**TO DO**
Among the entries below, one line contains "properties: ['openFile'], filters" and another contains "checkout; never packaged.". Transcribe those two lines and every line between them, exactly.

Collected data entries:
┄┄┄┄┄┄┄┄┄┄

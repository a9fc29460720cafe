/**
 * Electron main process: one window, the native menu, dialogs and file IO. Thin on purpose:
 * the document, its evaluation and every view live in the renderer; main only does what a
 * sandboxed page cannot (native dialogs, disk), through the validated handlers of
 * ipcHandlers.ts. Security switches come from electron.config.ts (see security.ts).
 *
 * Built by app/main/build.ts into dist/main/main.js (ESM); the preload goes to
 * dist/preload/preload.cjs and the renderer to dist/renderer/.
 */
import { app, BrowserWindow, dialog, ipcMain, Menu, protocol, session } from 'electron';
import { mkdir, readFile } from 'node:fs/promises';
import { dirname, join } from 'node:path';
import { fileURLToPath } from 'node:url';
import config from '../../electron.config.ts';
import { createDiskFiles } from './diskFiles.ts';
import { IPC, type MenuCommand } from '../preload/api.ts';
import { createCloseGuard } from './closeGuard.ts';
import { createIpcHandlers, createRecoveryStore } from './ipcHandlers.ts';
import { menuTemplate } from './menuTemplate.ts';
import { createRecentStore } from './recentFiles.ts';
import { createAppProtocolHandler } from './appProtocol.ts';
import { APP_INDEX_URL, APP_SCHEME, devToolsWanted, lockDownContents, lockDownSession, trustedSender, webPreferences } from './security.ts';

const here = dirname(fileURLToPath(import.meta.url)); // dist/main
const rendererDir = join(here, '..', 'renderer');
const preloadPath = join(here, '..', 'preload', 'preload.cjs');

app.enableSandbox();
// The renderer is served from a privileged app scheme rather than file:// (module workers and
// a real origin; the Electron security checklist's advice), with the CSP on every response.
protocol.registerSchemesAsPrivileged([{ scheme: APP_SCHEME, privileges: { standard: true, secure: true, supportFetchAPI: true } }]);

let win: BrowserWindow | null = null;

// Reads of regular files only, size-capped, strict UTF-8 and timed out; guarded atomic saves (diskFiles.ts).
const files = createDiskFiles();

function send(command: MenuCommand): void {
  win?.webContents.send(IPC.menu, command);
}

async function rebuildMenu(): Promise<void> {
  const recentList = await recent.list();
  Menu.setApplicationMenu(Menu.buildFromTemplate(menuTemplate({ platform: process.platform, appName: config.window.title, recent: recentList, send })));
}

const recentStore = createRecentStore(join(app.getPath('userData'), 'recent.json'), files);
// Every change of the list rebuilds Open Recent.
const recent = {
  ...recentStore,
  add: async (path: string, at?: number) => {
    const list = await recentStore.add(path, at);
    void rebuildMenu();
    return list;
  },
};

const guard = createCloseGuard({
  ask(title) {
    if (!win) return 'discard';
    const choice = dialog.showMessageBoxSync(win, {
      type: 'question',
      buttons: ['Save', "Don't Save", 'Cancel'],
      defaultId: 0,
      cancelId: 2,
      message: `Save the changes to ${title.replace(/ — .*$/, '')} before closing?`,
      detail: 'Your changes are lost if you do not save them.',
    });
    return choice === 0 ? 'save' : choice === 1 ? 'discard' : 'cancel';
  },
  requestSaveAndClose: () => send({ command: 'save-and-close' }),
  forceClose: () => win?.close(),
});

const handlers = createIpcHandlers({
  dialogs: {
    async showOpen(filters) {
      if (!win) return null;
      const r = await dialog.showOpenDialog(win, { properties: ['openFile'], filters });
      return r.canceled || r.filePaths.length === 0 ? null : r.filePaths[0];
    },
    async showSave(defaultName, filters) {
      if (!win) return null;
      const r = await dialog.showSaveDialog(win, { defaultPath: defaultName, filters, properties: ['createDirectory', 'showOverwriteConfirmation'] });
      return r.canceled || !r.filePath ? null : r.filePath;
    },
  },
  files,
  recent,
  recovery: createRecoveryStore(join(app.getPath('userData'), 'recovery.json'), files),
  window: {
    setDocumentState(state) {
      guard.setState(state.title, state.dirty);
      win?.setTitle(state.title);
      win?.setDocumentEdited(state.dirty);
    },
    closeConfirmed: () => guard.confirm(),
  },
  isTrustedSender: trustedSender(APP_INDEX_URL),
});

function createWindow(): void {
  const w = config.window;
  win = new BrowserWindow({
    width: w.width,
    height: w.height,
    minWidth: w.minWidth,
    minHeight: w.minHeight,
    backgroundColor: w.backgroundColor,
    title: w.title,
    show: false,
    // DevTools only when asked for (--devtools or WAYMARK_DEVTOOLS=1) in a run from a checkout; never packaged.
    webPreferences: webPreferences(config, preloadPath, { devTools: devToolsWanted(app.isPackaged, process.argv, process.env) }),
  });
  win.once('ready-to-show', () => win?.show());
  win.on('close', (e) => {
    if (guard.onClose()) e.preventDefault();
  });
  win.on('closed', () => {
    win = null;
  });
  void win.loadURL(APP_INDEX_URL);
}

// No navigation away from the app, no new windows, no webviews, for every web contents.
app.on('web-contents-created', (_e, contents) => lockDownContents(contents));

void app.whenReady().then(async () => {
  await mkdir(app.getPath('userData'), { recursive: true });
  protocol.handle(
    APP_SCHEME,
    createAppProtocolHandler(rendererDir, (p) => readFile(p), config.security.contentSecurityPolicy),
  );
  lockDownSession(session.defaultSession, config.security.contentSecurityPolicy);
  for (const [channel, handler] of Object.entries(handlers)) {
    // The sending frame: its URL must be the app's page, and it must be the top frame (parent null).
    ipcMain.handle(channel, (event, ...args: unknown[]) =>
      handler({ url: event.senderFrame?.url ?? '', topFrame: event.senderFrame?.parent === null }, ...args),
    );
  }
  await rebuildMenu();
  createWindow();
  app.on('activate', () => {
    if (BrowserWindow.getAllWindows().length === 0) createWindow();
  });
});

app.on('window-all-closed', () => {
  if (process.platform !== 'darwin') app.quit();
});
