/**
 * The recent-files list of the desktop app, kept as JSON in the user-data folder. Newest first,
 * at most RECENT_LIMIT entries, one per path. A missing or unreadable list reads as empty.
 */
import { basename } from 'node:path';
import type { RecentEntry } from '../preload/api.ts';

export const RECENT_LIMIT = 10;

export interface RecentFs {
  readText(path: string): Promise<string>;
  writeAtomic(path: string, text: string): Promise<void>;
}

export interface RecentStore {
  list(): Promise<RecentEntry[]>;
  add(path: string, at?: number): Promise<RecentEntry[]>;
  has(path: string): Promise<boolean>;
}

function isEntry(x: unknown): x is RecentEntry {
  const e = x as RecentEntry;
  return typeof e === 'object' && e !== null && typeof e.path === 'string' && typeof e.name === 'string' && typeof e.at === 'number';
}

export function createRecentStore(file: string, fs: RecentFs): RecentStore {
  let cache: RecentEntry[] | null = null;
  async function load(): Promise<RecentEntry[]> {
    if (cache) return cache;
    try {
      const raw: unknown = JSON.parse(await fs.readText(file));
      cache = Array.isArray(raw) ? raw.filter(isEntry).slice(0, RECENT_LIMIT) : [];
    } catch {
      cache = [];
    }
    return cache;
  }
  return {
    list: async () => [...(await load())],
    async add(path, at = Date.now()) {
      const next = [{ path, name: basename(path), at }, ...(await load()).filter((e) => e.path !== path)].slice(0, RECENT_LIMIT);
      cache = next;
      await fs.writeAtomic(file, `${JSON.stringify(next, null, 2)}\n`);
      return [...next];
    },
    has: async (path) => (await load()).some((e) => e.path === path),
  };
}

┄┄┄┄┄┄┄┄┄┄

**COMPLETED EXERCISE**
      const r = await dialog.showOpenDialog(win, { properties: ['openFile'], filters });
      return r.canceled || r.filePaths.length === 0 ? null : r.filePaths[0];
    },
    async showSave(defaultName, filters) {
      if (!win) return null;
      const r = await dialog.showSaveDialog(win, { defaultPath: defaultName, filters, properties: ['createDirectory', 'showOverwriteConfirmation'] });
      return r.canceled || !r.filePath ? null : r.filePath;
    },
  },
  files,
  recent,
  recovery: createRecoveryStore(join(app.getPath('userData'), 'recovery.json'), files),
  window: {
    setDocumentState(state) {
      guard.setState(state.title, state.dirty);
      win?.setTitle(state.title);
      win?.setDocumentEdited(state.dirty);
    },
    closeConfirmed: () => guard.confirm(),
  },
  isTrustedSender: trustedSender(APP_INDEX_URL),
});

function createWindow(): void {
  const w = config.window;
  win = new BrowserWindow({
    width: w.width,
    height: w.height,
    minWidth: w.minWidth,
    minHeight: w.minHeight,
    backgroundColor: w.backgroundColor,
    title: w.title,
    show: false,
    // DevTools only when asked for (--devtools or WAYMARK_DEVTOOLS=1) in a run from a checkout; never packaged.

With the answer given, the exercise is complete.